Behind the Adenau quarter of Breidscheid, the Nordschleife of the Nürburgring crosses the B 257, so that it runs within the Green Hell until the second overpass behind Quiddelbach. Shortly afterwards the B 258 crosses west of the Grand Prix track of the Nürburgring. Now it goes downhill again, through the local community of Müllenbach to Kelberg, where the B 257 meets the B 410.

In Ulmen, the B 259 branches off to the southeast to the junction of the A 48 and on towards Cochem. The B 257 has been replaced by the federal motorway from here to the Daun junction of the A 1. It is continued in Daun. Now it goes on in a south-westerly direction, whereby the Volcanic Eifel merges into the softer landscape of the Bitburger Gutland.

At Bitburg, the B 257 runs for a few kilometers together with the B 51 in the direction of Trier and then branches off again to the southwest.

In Wolsfeld, which is known nationally for its hill climb, residents have been demanding a bypass for years because of the heavy traffic.
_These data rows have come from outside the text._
package dev.onefold.record;

import dev.onefold.OnefoldException;
import java.util.ArrayList;
import java.util.Collections;
import java.util.HashMap;
import java.util.List;
import java.util.Map;
import java.util.Objects;

/**
 * The shape of a {@link Row}: a name and an ordered list of named, typed fields. Field names are unique.
 * Nested records are fields of kind RECORD, so a schema is a tree; {@link #resolve(String)} turns a dotted
 * path such as {@code shipment.origin.port} into positions once, so reading it per record costs no lookups.
 *
 * <p>Immutable and thread-safe. Equality is structural.
 */
public final class RowSchema {

    /** One named, typed field. */
    public record Field(String name, FieldType type) {
        public Field {
            Objects.requireNonNull(name, "name");
            Objects.requireNonNull(type, "type");
            if (name.isEmpty() || name.contains(".")) {
                throw new IllegalArgumentException("field name must be non-empty and contain no '.': '" + name + "'");
            }
        }
    }

    private final String name;
    private final List<Field> fields;
    private final Map<String, Integer> positions;

    private RowSchema(String name, List<Field> fields) {
        this.name = Objects.requireNonNull(name, "name");
        this.fields = List.copyOf(fields);
        Map<String, Integer> pos = new HashMap<>();
        for (int i = 0; i < this.fields.size(); i++) {
            if (pos.put(this.fields.get(i).name(), i) != null) {
                throw new IllegalArgumentException("schema " + name + " declares field '" + this.fields.get(i).name()
                        + "' twice");
            }
        }
        this.positions = Collections.unmodifiableMap(pos);
    }

    public static RowSchema of(String name, List<Field> fields) {
        return new RowSchema(name, fields);
    }

    public static Builder builder(String name) {
        return new Builder(name);
    }

    public String name() { return name; }
    public List<Field> fields() { return fields; }
    public int size() { return fields.size(); }

    /** Position of a top-level field, or -1. */
    public int indexOf(String fieldName) {
        Integer p = positions.get(fieldName);
        return p == null ? -1 : p;
    }

    public Field field(int position) { return fields.get(position); }

    /**
     * Resolves a dotted path through nested records.
     *
     * @throws OnefoldException (INVALID_SPEC) naming the path and the first step that does not exist
     */
    public FieldPath resolve(String path) {
        Objects.requireNonNull(path, "path");
        String[] steps = path.split("\\.", -1);
        int[] idx = new int[steps.length];
        RowSchema current = this;
        FieldType type = null;
        boolean nullableOnTheWay = false;
        for (int i = 0; i < steps.length; i++) {
            if (current == null) {
                throw OnefoldException.spec("field path '" + path + "': '" + String.join(".", java.util.Arrays.copyOf(steps, i))
                        + "' is " + type + ", not a record, so it has no field '" + steps[i] + "'");
            }
            int p = current.indexOf(steps[i]);
            if (p < 0) {
                throw OnefoldException.spec("field path '" + path + "': record " + current.name() + " has no field '"
                        + steps[i] + "' (it has " + current.fieldNames() + ")");
            }
            idx[i] = p;
            type = current.field(p).type();
            if (i < steps.length - 1) {
                nullableOnTheWay |= type.isNullable();
            }
            current = type.kind() == FieldType.Kind.RECORD ? type.recordSchema() : null;
        }
        return new FieldPath(path, idx, nullableOnTheWay ? type.nullable() : type);
    }

    /** Whether the path exists. */
    public boolean has(String path) {
        try {
            resolve(path);
            return true;
        } catch (OnefoldException e) {
            return false;
        }
    }

    public List<String> fieldNames() {
        List<String> out = new ArrayList<>(fields.size());
        for (Field f : fields) {
            out.add(f.name());
        }
        return out;
    }

    @Override
    public boolean equals(Object o) {
        return o == this || o instanceof RowSchema s && s.name.equals(name) && s.fields.equals(fields);
    }

    @Override
    public int hashCode() {
        return name.hashCode() * 31 + fields.hashCode();
    }

    @Override
    public String toString() {
        return "record " + name + fields;
    }

    /** Collects fields in order. Not thread-safe. */
    public static final class Builder {
        private final String name;
        private final List<Field> fields = new ArrayList<>();

        private Builder(String name) {
            this.name = name;
        }

        public Builder field(String fieldName, FieldType type) {
            fields.add(new Field(fieldName, type));
            return this;
        }

        public RowSchema build() {
            return new RowSchema(name, fields);
        }
    }
}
This was included as an urgent requirement in the Federal Transport Infrastructure Plan and implemented within the framework of the 2 billion euro program to improve the transport infrastructure in the years 2005–2008. The bypass road was opened for traffic on 13 December 2008 by the Rhineland-Palatinate Transport Minister Hendrik Hering and Parliamentary State Secretary Karl Diller from the Federal Ministry of Finance.

Past Irrel, the B 257 now leads to Echternacherbrück, where it meets the B 418. This runs from here to Wasserbilligerbrück along the banks of the Sauer, which here forms the border between Germany and Luxembourg.

Across the Sauer lies Echternach, which is widely known for its dancing procession.